Insomma, per farla breve, sazio di ceci, dopo un po’ me ne vado a letto; il sonno non tarda ad arrivare, all’apparenza tranquillo. Quando ecco che intravedo in lontananza tre energumeni che da lontano, molto lontano si cominciano a dirigere verso di me con fare non propriamente rassicurante. Venivano verso di me gesticolando e discutendo animatamente, non so di cosa: uno era sul pelato con occhi a palla sul modello di Homer Simpson; un altro anche sul pelato ma con faccia apparentemente più bonaria che rivendicava ad alta voce che lui con don Camillo non voleva aver niente a che fare a meno che non si trattasse di farlo per l’interesse del paese; il terzo, tendente al brizzolato biascicava di famiglia, anzi di famiglie…

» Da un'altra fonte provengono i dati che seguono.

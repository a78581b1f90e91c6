import type { Bench, BenchPart } from '../../../shared/schemas/benches';
import { type CabinetPlate, cabinetPlateSchema } from '../../../shared/schemas/cabinet';
import type { LabContextValue } from '../../../src/features/labs';
import * as anyOf from '../../support/plates';

/** All of it invented. */
export const id = anyOf.idsFrom('0190a000');
export const now = new Date('2026-11-20T09:00:00.000Z');

export const lab: LabContextValue = {
  lab: {
    id: id(900),
    name: 'Tern Street quantum optics',
    convention: { phase: 'kz-wt', handedness: 'receiver', s3Sign: 'L' },
    calibrationDueDays: 90,
  },
  user: { id: id(901), name: 'Ines Varga', login: 'ines', email: null },
  member: { userId: id(901), labId: id(900), role: 'designer' },
};

/** A plate of the cabinet, seated and calibrated unless the change says otherwise. */
export function cabinetPlate(number: number, name: string, change: Partial<CabinetPlate> = {}): CabinetPlate {
  const { mount, seatedAt, calibration, ...facts } = anyOf.plate({ id: id(number), name });
  return cabinetPlateSchema.parse({
    ...facts,
    serial: '',
    clearApertureMm: null,
    coatingNm: null,
    damageNote: '',
    seat: { id: id(number + 300), mountId: id(number + 400), mount, seatedAt },
    calibration,
    health: 'calibrated',
    ...change,
  });
}

export const calibration = (change: Partial<NonNullable<CabinetPlate['calibration']>>) => ({
  ...anyOf.plate().calibration,
  ...change,
});

/** Where plates stand, as a bench's answer names them. */
export const order = (part: BenchPart, ...plates: readonly CabinetPlate[]): Bench['order'] =>
  plates.map((plate) => ({ part, plateId: plate.id, name: plate.name }));

export const bench = anyOf.bench;
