import pg from 'pg';
import { afterAll, beforeAll, expect, test } from 'vitest';
import {
  acceptedInvitationSchema,
  createdInvitationSchema,
  memberListSchema,
  memberSchema,
  cabinetPlateSchema,
  runSchema,
} from '../../shared/schemas';
import { answered, call } from './support/calls';
import { type Agent, type Harness, startHarness } from './support/harness';
import { join, makeLab, plateBody, type TestLab } from './support/lab';

let harness: Harness;
let lead: Agent;
let operator: Agent;
let lab: TestLab;
beforeAll(async () => {
  harness = await startHarness();
  [lead, operator] = [await harness.signIn('adaeze-holm'), await harness.signIn('juno-petrak')];
  lab = await makeLab(harness, lead, 'Own lab');
  await join(harness, lead, lab.labId, operator, 'operator');
}, 60_000);
afterAll(async () => {
  await harness.close();
});

const at = (path: string) => `/labs/${lab.labId}${path}`;
const invite = async (role: string): Promise<string> => {
  const created = await answered(
    call(harness, lead, 'post', at('/invitations'), { body: { role, note: 'someone' } }),
    createdInvitationSchema,
  );
  return created.token;
};
const accept = (agent: Agent, token: string) => call(harness, agent, 'post', `/invitations/${token}/accept`);

async function eventsOf(subjectId: string): Promise<readonly string[]> {
  const client = new pg.Client({ connectionString: harness.testDatabase.adminUrl });
  await client.connect();
  try {
    const { rows } = await client.query<{ kind: string }>(
      'select kind from audit_events where subject_id = $1 order by sequence',
      [subjectId],
    );
    return rows.map(({ kind }) => kind);
  } finally {
    await client.end();
  }
}

test('pausing, resuming and finishing a run again after a lost answer answers the run, and happens once', async () => {
  const run = at(`/runs/${lab.runId}`);
  const send = (agent: Agent, what: string, body?: unknown) =>
    call(harness, agent, 'post', `${run}/${what}`, body === undefined ? {} : { body });
  const twice = async (what: string, state: string, body?: unknown) => {
    const first = await answered(send(operator, what, body), runSchema);
    expect(first.summary.state).toBe(state);
    expect(await answered(send(operator, what, body), runSchema)).toEqual(first);
  };
  // Running since it was started, which is not resuming it.
  expect((await send(operator, 'resume')).status).toBe(409);
  await twice('pause', 'paused', { note: 'cryostat refill' });
  expect((await send(operator, 'pause', { note: 'lunch' })).status).toBe(409);
  expect((await send(lead, 'pause', { note: 'cryostat refill' })).status).toBe(409);
  await twice('resume', 'running');
  expect((await send(lead, 'resume')).status).toBe(409);
  for (const settingIndex of [0, 1]) {
    const body = { outcome: 'skipped', settingIndex, note: 'no light' };
    await answered(call(harness, operator, 'post', `${run}/readings`, { body }), runSchema);
  }
  await twice('finish', 'finished');
  expect((await send(lead, 'finish')).status).toBe(409);
  expect(await eventsOf(lab.runId)).toEqual([
    'run.started',
    'run.paused',
    'run.resumed',
    'reading.recorded',
    'reading.recorded',
    'run.finished',
  ]);
});

test('accepting an invitation again answers the membership; for anybody else it is used', async () => {
  const [mirela, pia] = [await harness.signIn('mirela-stanic'), await harness.signIn('pia-brandt')];
  const token = await invite('guest');
  const first = await answered(accept(mirela, token), acceptedInvitationSchema);
  expect(await answered(accept(mirela, token), acceptedInvitationSchema)).toEqual(first);
  expect((await accept(pia, token)).status).toBe(404);
  const { items } = await answered(call(harness, lead, 'get', at('/members')), memberListSchema);
  const mirelas = items.find(({ login }) => login === 'mirela-stanic');
  if (mirelas === undefined) throw new Error('who accepted is a member');
  await answered(
    call(harness, lead, 'patch', at(`/members/${mirelas.userId}`), { body: { role: 'operator' } }),
    memberSchema,
  );
  expect((await answered(accept(mirela, token), acceptedInvitationSchema)).role).toBe('operator');
  // Who was taken out of the lab does not come back by an old link.
  expect((await call(harness, lead, 'delete', at(`/members/${mirelas.userId}`))).status).toBe(204);
  expect((await accept(mirela, token)).status).toBe(404);
});

test('one invitation accepted many times at once, and two at once, make one membership and no failure', async () => {
  const pia = await harness.signIn('pia-brandt');
  const token = await invite('guest');
  const same = await Promise.all(Array.from({ length: 6 }, async () => (await accept(pia, token)).status));
  expect(same.filter((status) => ![200, 503].includes(status))).toEqual([]);
  const others = ['mirela-stanic', 'noor-haddad', 'oskar-lindqvist'];
  for (const login of others) {
    const agent = await harness.signIn(login);
    const tokens = [await invite('guest'), await invite('operator')];
    const statuses = await Promise.all(tokens.map(async (one) => (await accept(agent, one)).status));
    expect(statuses.toSorted()).toEqual([200, 409]);
  }
});

test('a plate comes back under its name or is refused in words, also when another takes the name at that moment', async () => {
  const path = at('/plates');
  for (let round = 0; round < 6; round += 1) {
    const name = `T-${round}`;
    const old = await answered(
      call(harness, lead, 'post', path, { body: plateBody(name) }),
      cabinetPlateSchema,
    );
    await answered(
      call(harness, lead, 'post', `${path}/${old.id}/retire`, { ifMatch: '"r1"' }),
      cabinetPlateSchema,
    );
    const [returned, added] = await Promise.all([
      call(harness, lead, 'post', `${path}/${old.id}/return`, { ifMatch: '"r2"' }),
      call(harness, lead, 'post', path, { body: plateBody(name) }),
    ]);
    expect([
      [200, 422],
      [409, 201],
    ]).toContainEqual([returned.status, added.status]);
  }
});
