import { randomUUID } from 'node:crypto';
import { afterAll, beforeAll, describe, expect, test } from 'vitest';
import { emptyDocument, writeCabinet } from '../../shared/cabinet-document';
import type { Role } from '../../shared/permissions';
import { problemSchema } from '../../shared/schemas';
import type { Route } from '../../server/http/route';
import { allRoutes } from '../../server/routes';
import { call, upload } from './support/calls';
import { type Agent, type Harness, startHarness } from './support/harness';
import { newMount } from '../support/plates';
import {
  benchBody,
  calibrationBody,
  join,
  makeLab,
  plateBody,
  scanBody,
  target,
  type TestLab,
} from './support/lab';

/** Who may: written here by hand from product.md's table of roles, not from the code that is tested. */
type Least = 'anyone' | 'signed-in' | 'guest' | 'operator' | 'designer' | 'lead';

interface Row {
  readonly least: Least;
  readonly body?: (lab: TestLab) => unknown;
  /** The lab's own id is in the path anyway; these are the ids of one thing in it. */
  readonly ids?: (lab: TestLab) => Record<string, string>;
  /** The text of a file that is sent instead of JSON. */
  readonly upload?: string;
  /** The first who may leaves nothing for the next. */
  readonly usedUp?: true;
  /** Nobody is signed in after it, so each signs in for it. */
  readonly spendsSession?: boolean;
}

const plateId = (lab: TestLab) => ({ plateId: lab.sparePlateId });
const mountId = (lab: TestLab) => ({ mountId: lab.spareMountId });
const benchId = (lab: TestLab) => ({ benchId: lab.benchId });
const protocolId = (lab: TestLab) => ({ protocolId: lab.protocolId });
const runId = (lab: TestLab) => ({ runId: lab.runId });
const userId = () => ({ userId: removable });
let removable = '';

const draftBody = (lab: TestLab) => ({
  name: 'Changed',
  purpose: '',
  benchId: lab.benchId,
  kind: 'prepare',
  objective: 'least-expected-infidelity',
  presentDialsDeg: null,
  toleranceInfidelity: 1e-3,
  targets: [target('t1', 'H')],
});
const emptyCabinet = writeCabinet(emptyDocument, 'json');
const { seat: _seat, ...plateFacts } = plateBody('H-9');

const table: Readonly<Record<string, Row>> = {
  'GET /session': { least: 'anyone' },
  'POST /labs': { least: 'signed-in', body: () => ({ name: 'Another lab' }) },
  'GET /labs/:labId': { least: 'guest' },
  'PATCH /labs/:labId': { least: 'lead', body: () => ({ calibrationDueDays: 60 }) },
  'GET /labs/:labId/members': { least: 'guest' },
  'PATCH /labs/:labId/members/:userId': { least: 'lead', body: () => ({ role: 'guest' }), ids: userId },
  'DELETE /labs/:labId/members/:userId': { least: 'lead', ids: userId },
  'GET /labs/:labId/invitations': { least: 'lead' },
  'POST /labs/:labId/invitations': { least: 'lead', body: () => ({ role: 'guest', note: 'someone' }) },
  'DELETE /labs/:labId/invitations/:invitationId': {
    least: 'lead',
    ids: (lab) => ({ invitationId: lab.invitationId }),
  },
  'GET /invitations/:token': { least: 'signed-in' },
  'POST /invitations/:token/accept': { least: 'signed-in' },
  'GET /labs/:labId/plates': { least: 'guest' },
  'POST /labs/:labId/plates': { least: 'designer', body: () => plateBody(randomUUID().slice(0, 8)) },
  'GET /labs/:labId/plates/:plateId': { least: 'guest', ids: plateId },
  'PUT /labs/:labId/plates/:plateId': {
    least: 'designer',
    body: () => plateFacts,
    ids: plateId,
  },
  'POST /labs/:labId/plates/:plateId/calibrations': {
    least: 'operator',
    body: () => calibrationBody(),
    ids: plateId,
  },
  'GET /labs/:labId/plates/:plateId/calibrations/:calibrationId': {
    least: 'guest',
    ids: (lab) => ({ ...plateId(lab), calibrationId: lab.calibrationId }),
  },
  'GET /labs/:labId/scan-columns': { least: 'guest' },
  'POST /labs/:labId/plates/:plateId/scans': {
    least: 'operator',
    body: (lab) => scanBody(lab.fileId),
    ids: plateId,
  },
  'GET /labs/:labId/plates/:plateId/reliance': { least: 'guest', ids: plateId },
  'POST /labs/:labId/plates/:plateId/retire': { least: 'designer', ids: plateId },
  'POST /labs/:labId/plates/:plateId/return': { least: 'designer', ids: plateId },
  'GET /labs/:labId/cabinet': { least: 'guest' },
  'GET /labs/:labId/cabinet/export': { least: 'guest' },
  'POST /labs/:labId/cabinet/import': {
    least: 'designer',
    body: () => ({ fileText: emptyCabinet, format: 'json', dryRun: true, planHash: null }),
  },
  'PUT /labs/:labId/plates/:plateId/seat': {
    least: 'designer',
    body: (lab) => ({ mountId: lab.spareMountId, why: 'cleaned' }),
    ids: plateId,
  },
  'POST /labs/:labId/plates/:plateId/take-out': {
    least: 'designer',
    body: () => ({ why: 'cleaned' }),
    ids: plateId,
  },
  'POST /labs/:labId/plates/:plateId/files': {
    least: 'designer',
    body: (lab) => ({ fileId: lab.fileId, kind: 'data-sheet' }),
    ids: plateId,
  },
  'DELETE /labs/:labId/plates/:plateId/files/:fileId': {
    least: 'designer',
    ids: (lab) => ({ plateId: lab.plateIds[0], fileId: lab.fileId }),
    usedUp: true,
  },
  'GET /labs/:labId/mounts': { least: 'guest' },
  'POST /labs/:labId/mounts': {
    least: 'designer',
    body: () => newMount({ name: randomUUID().slice(0, 8) }),
  },
  'GET /labs/:labId/mounts/:mountId': { least: 'guest', ids: mountId },
  'PUT /labs/:labId/mounts/:mountId': {
    least: 'designer',
    body: () => newMount({ name: 'M-S' }),
    ids: mountId,
  },
  'POST /labs/:labId/mounts/:mountId/retire': { least: 'designer', ids: mountId },
  'POST /labs/:labId/mounts/:mountId/return': { least: 'designer', ids: mountId },
  'POST /labs/:labId/files': { least: 'operator', upload: 'dial,power\n0,1\n' },
  'GET /labs/:labId/files/:fileId': { least: 'guest', ids: (lab) => ({ fileId: lab.fileId }) },
  'GET /labs/:labId/benches': { least: 'guest' },
  'POST /labs/:labId/benches': { least: 'designer', body: (lab) => benchBody(lab.plateIds, 'another') },
  'GET /labs/:labId/benches/:benchId': { least: 'guest', ids: benchId },
  'GET /labs/:labId/benches/:benchId/plates': { least: 'guest', ids: benchId },
  'PUT /labs/:labId/benches/:benchId': {
    least: 'designer',
    body: (lab) => benchBody(lab.plateIds),
    ids: benchId,
  },
  'POST /labs/:labId/benches/:benchId/retire': { least: 'designer', ids: benchId },
  'POST /labs/:labId/benches/:benchId/return': { least: 'designer', ids: benchId },
  'GET /labs/:labId/protocols': { least: 'guest' },
  'POST /labs/:labId/protocols': { least: 'designer', body: draftBody },
  'GET /labs/:labId/protocols/:protocolId': { least: 'guest', ids: protocolId },
  'PUT /labs/:labId/protocols/:protocolId/draft': { least: 'designer', body: draftBody, ids: protocolId },
  'POST /labs/:labId/protocols/:protocolId/draft/from-version': {
    least: 'designer',
    body: () => ({ number: 1 }),
    ids: protocolId,
  },
  'POST /labs/:labId/protocols/:protocolId/versions': {
    least: 'designer',
    body: () => ({
      message: 'A version',
      shown: [{ targetId: randomUUID(), fastAxesDeg: [], dialsDeg: [], infidelity: 0, dialledInfidelity: 0 }],
    }),
    ids: protocolId,
  },
  'GET /labs/:labId/protocols/:protocolId/versions': { least: 'guest', ids: protocolId },
  'GET /labs/:labId/protocols/:protocolId/versions/:number': {
    least: 'guest',
    ids: (lab) => ({ protocolId: lab.protocolId, number: '1' }),
  },
  'GET /labs/:labId/versions': { least: 'guest' },
  'GET /labs/:labId/runs': { least: 'guest' },
  'POST /labs/:labId/runs': {
    least: 'operator',
    body: (lab) => ({
      versionId: lab.version.id,
      startDialsDeg: [null, null],
      cautionAcknowledged: true,
      staleAcknowledged: false,
    }),
  },
  'GET /labs/:labId/runs/:runId': { least: 'guest', ids: runId },
  'POST /labs/:labId/runs/:runId/readings': {
    least: 'operator',
    body: () => ({ outcome: 'skipped', settingIndex: 0, note: 'no light' }),
    ids: runId,
  },
  'POST /labs/:labId/runs/:runId/pause': { least: 'operator', body: () => ({ note: '' }), ids: runId },
  'POST /labs/:labId/runs/:runId/resume': { least: 'operator', ids: runId },
  'POST /labs/:labId/runs/:runId/finish': { least: 'operator', ids: runId },
  'GET /labs/:labId/home': { least: 'guest' },
  'POST /session/sign-out': { least: 'signed-in', spendsSession: true },
  'POST /session/sign-out-everywhere': { least: 'signed-in', spendsSession: true },
};

const routes = allRoutes({ secure: false, sessionSecret: 'of no matter here' });
const nameOf = (route: Route) => `${route.method.toUpperCase()} ${route.path}`;
const rank: readonly string[] = ['guest', 'operator', 'designer', 'lead'];
type Actor = 'anonymous' | 'stranger' | 'other lead' | Role;
const actors: readonly Actor[] = [
  'anonymous',
  'stranger',
  'other lead',
  'guest',
  'operator',
  'designer',
  'lead',
];

const people: readonly (readonly [Actor, string])[] = [
  ['stranger', 'pia-brandt'],
  ['other lead', 'oskar-lindqvist'],
  ['guest', 'mirela-stanic'],
  ['operator', 'juno-petrak'],
  ['designer', 'ines-varga'],
  ['lead', 'adaeze-holm'],
];

let harness: Harness;
let own: TestLab;
let foreign: TestLab;
const agents = new Map<Actor, Agent>();

beforeAll(async () => {
  harness = await startHarness();
  for (const [actor, login] of people) agents.set(actor, await harness.signIn(login));
  agents.set('anonymous', harness.browser());
  own = await makeLab(harness, agentOf('lead'), 'Own lab');
  foreign = await makeLab(harness, agentOf('other lead'), 'Foreign lab');
  for (const role of ['guest', 'operator', 'designer'] as const) {
    await join(harness, agentOf('lead'), own.labId, agentOf(role), role);
  }
  const second = await harness.signIn('tomas-reuter');
  await join(harness, agentOf('lead'), own.labId, second, 'guest');
  const row: unknown = await harness.database('users').where({ login: 'tomas-reuter' }).first('id');
  removable = idOf(row);
}, 120_000);

afterAll(async () => {
  await harness.close();
});

function idOf(row: unknown): string {
  if (typeof row === 'object' && row !== null && 'id' in row && typeof row.id === 'string') return row.id;
  throw new Error('no such row');
}

function agentOf(actor: Actor): Agent {
  const agent = agents.get(actor);
  if (agent === undefined) throw new Error(`nobody plays ${actor}`);
  return agent;
}

function rowOf(route: Route): Row {
  const row = table[nameOf(route)];
  if (row === undefined) throw new Error(`${nameOf(route)} has no row in the permission table`);
  return row;
}

function addressed(route: Route, labId: string, lab: TestLab, ids: Record<string, string>): string {
  return route.path
    .replace(':labId', labId)
    .replace(':token', lab.invitationToken)
    .replace(/:(\w+)/g, (_whole, name: string) => ids[name] ?? randomUUID());
}

function ask(route: Route, actor: Actor, path: string) {
  const row = rowOf(route);
  if (row.upload !== undefined) return upload(harness, agentOf(actor), path, row.upload);
  return call(harness, agentOf(actor), route.method, path, {
    ...(row.body === undefined ? {} : { body: row.body(own) }),
    ifMatch: '"r1"',
  });
}

function expected(least: Least, actor: Actor): 'allowed' | 401 | 403 | 404 {
  if (least === 'anyone') return 'allowed';
  if (actor === 'anonymous') return 401;
  if (least === 'signed-in') return 'allowed';
  if (actor === 'stranger' || actor === 'other lead') return 404;
  return rank.indexOf(actor) >= rank.indexOf(least) ? 'allowed' : 403;
}

/** What a refusal says, but for what differs from request to request. */
function refusal(text: string) {
  return { ...problemSchema.parse(JSON.parse(text)), requestId: 'of no matter' };
}

test('every route has a row, and every row a route', () => {
  expect(Object.keys(table).toSorted()).toEqual(routes.map(nameOf).toSorted());
});

const ordered = routes.toSorted(
  (a, b) => Object.keys(table).indexOf(nameOf(a)) - Object.keys(table).indexOf(nameOf(b)),
);

describe.each(ordered.map((route) => [nameOf(route), route] as const))('%s', (_name, route) => {
  test('answers each role as product.md says, in its own lab', async () => {
    const row = rowOf(route);
    const wrong: string[] = [];
    for (const actor of actors) {
      const login = people.find(([who]) => who === actor)?.[1];
      if (row.spendsSession === true && login !== undefined) agents.set(actor, await harness.signIn(login));
      const response = await ask(route, actor, addressed(route, own.labId, own, row.ids?.(own) ?? {}));
      const want = expected(row.least, actor);
      const right =
        want === 'allowed'
          ? response.status < 500 &&
            ![401, 403].includes(response.status) &&
            !isMissing(route, response.status)
          : response.status === want;
      if (!right) wrong.push(`${actor}: ${response.status} ${response.text.slice(0, 200)}, expected ${want}`);
    }
    expect(wrong).toEqual([]);
  });

  if (route.path.startsWith('/labs/:labId')) {
    test('shows nothing of another lab, in the very words for what does not exist', async () => {
      const { ids } = rowOf(route);
      const missing = await ask(route, 'lead', addressed(route, randomUUID(), own, {}));
      expect(missing.status).toBe(404);
      const attempts = [addressed(route, foreign.labId, foreign, ids?.(foreign) ?? {})];
      // Under the own lab's address, but with the other lab's thing.
      if (ids !== undefined && !route.path.includes(':userId')) {
        attempts.push(addressed(route, own.labId, foreign, ids(foreign)));
      }
      for (const path of attempts) {
        const response = await ask(route, 'lead', path);
        expect(response.status, `${path}: ${response.text}`).toBe(404);
        expect(refusal(response.text)).toEqual(refusal(missing.text));
      }
    });
  }
});

/** A second one who may finds the invitation used or the member gone: that is no refusal of the person. */
function isMissing(route: Route, status: number): boolean {
  const usedUp = rowOf(route).usedUp === true || /:(?:token|invitationId|userId)/.test(route.path);
  return status === 404 && !usedUp;
}

test('a changed role holds at the very next request', async () => {
  const designer = await harness.signIn('ines-varga');
  const lead = await harness.signIn('adaeze-holm');
  const plates = `/labs/${own.labId}/plates`;
  const before = await call(harness, designer, 'post', plates, { body: plateBody('now') });
  expect(before.status).toBe(201);
  const row: unknown = await harness.database('users').where({ login: 'ines-varga' }).first('id');
  const demoted = await call(harness, lead, 'patch', `/labs/${own.labId}/members/${idOf(row)}`, {
    body: { role: 'guest' },
  });
  expect(demoted.status).toBe(200);
  const after = await call(harness, designer, 'post', plates, { body: plateBody('then') });
  expect(after.status).toBe(403);
});

test('a lab keeps a lead: the last one can neither step down nor leave', async () => {
  const lead = await harness.signIn('adaeze-holm');
  const row: unknown = await harness.database('users').where({ login: 'adaeze-holm' }).first('id');
  const path = `/labs/${own.labId}/members/${idOf(row)}`;
  const stepDown = await call(harness, lead, 'patch', path, { body: { role: 'guest' } });
  const leave = await call(harness, lead, 'delete', path);
  expect([stepDown.status, leave.status]).toEqual([409, 409]);
});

E discutevano, discutevano animatamente, anche spintonandosi e alzando…sommessamente la voce…oh, ragassi…non siam mica qui…no, no, non possono sempre pagare i soliti noti diceva quello con gli occhi a palla, mentre una saetta mi si scarica nel sonno a due metri di distanza con fragore assordante…chissà chi aveva scureggiato, che i sogni hanno sempre un loro perchè…quell’altro urlava che la famiglia, la famiglia…

Ero alquanto allibito, guardavo, ascoltavo, li vedevo mentre si avvicinavano sempre più; e più si avvicinavano, i loro sguardi anzichè riversarsi tra di loro mi venivano sempre più rivolti contro, con maggiore insistenza…maggiore convinzione… fino a che, all’unisono mi si avventano contro, mi afferrano uno per la testa, gli altri due per le braccia…arriva chissà da dove un signore da dietro…una fitta dolorosissima, lancinante…comincio a lamentarmene nel sonno con gemiti sempre crescenti fino a che mia moglie fortunatamente mi scuote e mi sveglia…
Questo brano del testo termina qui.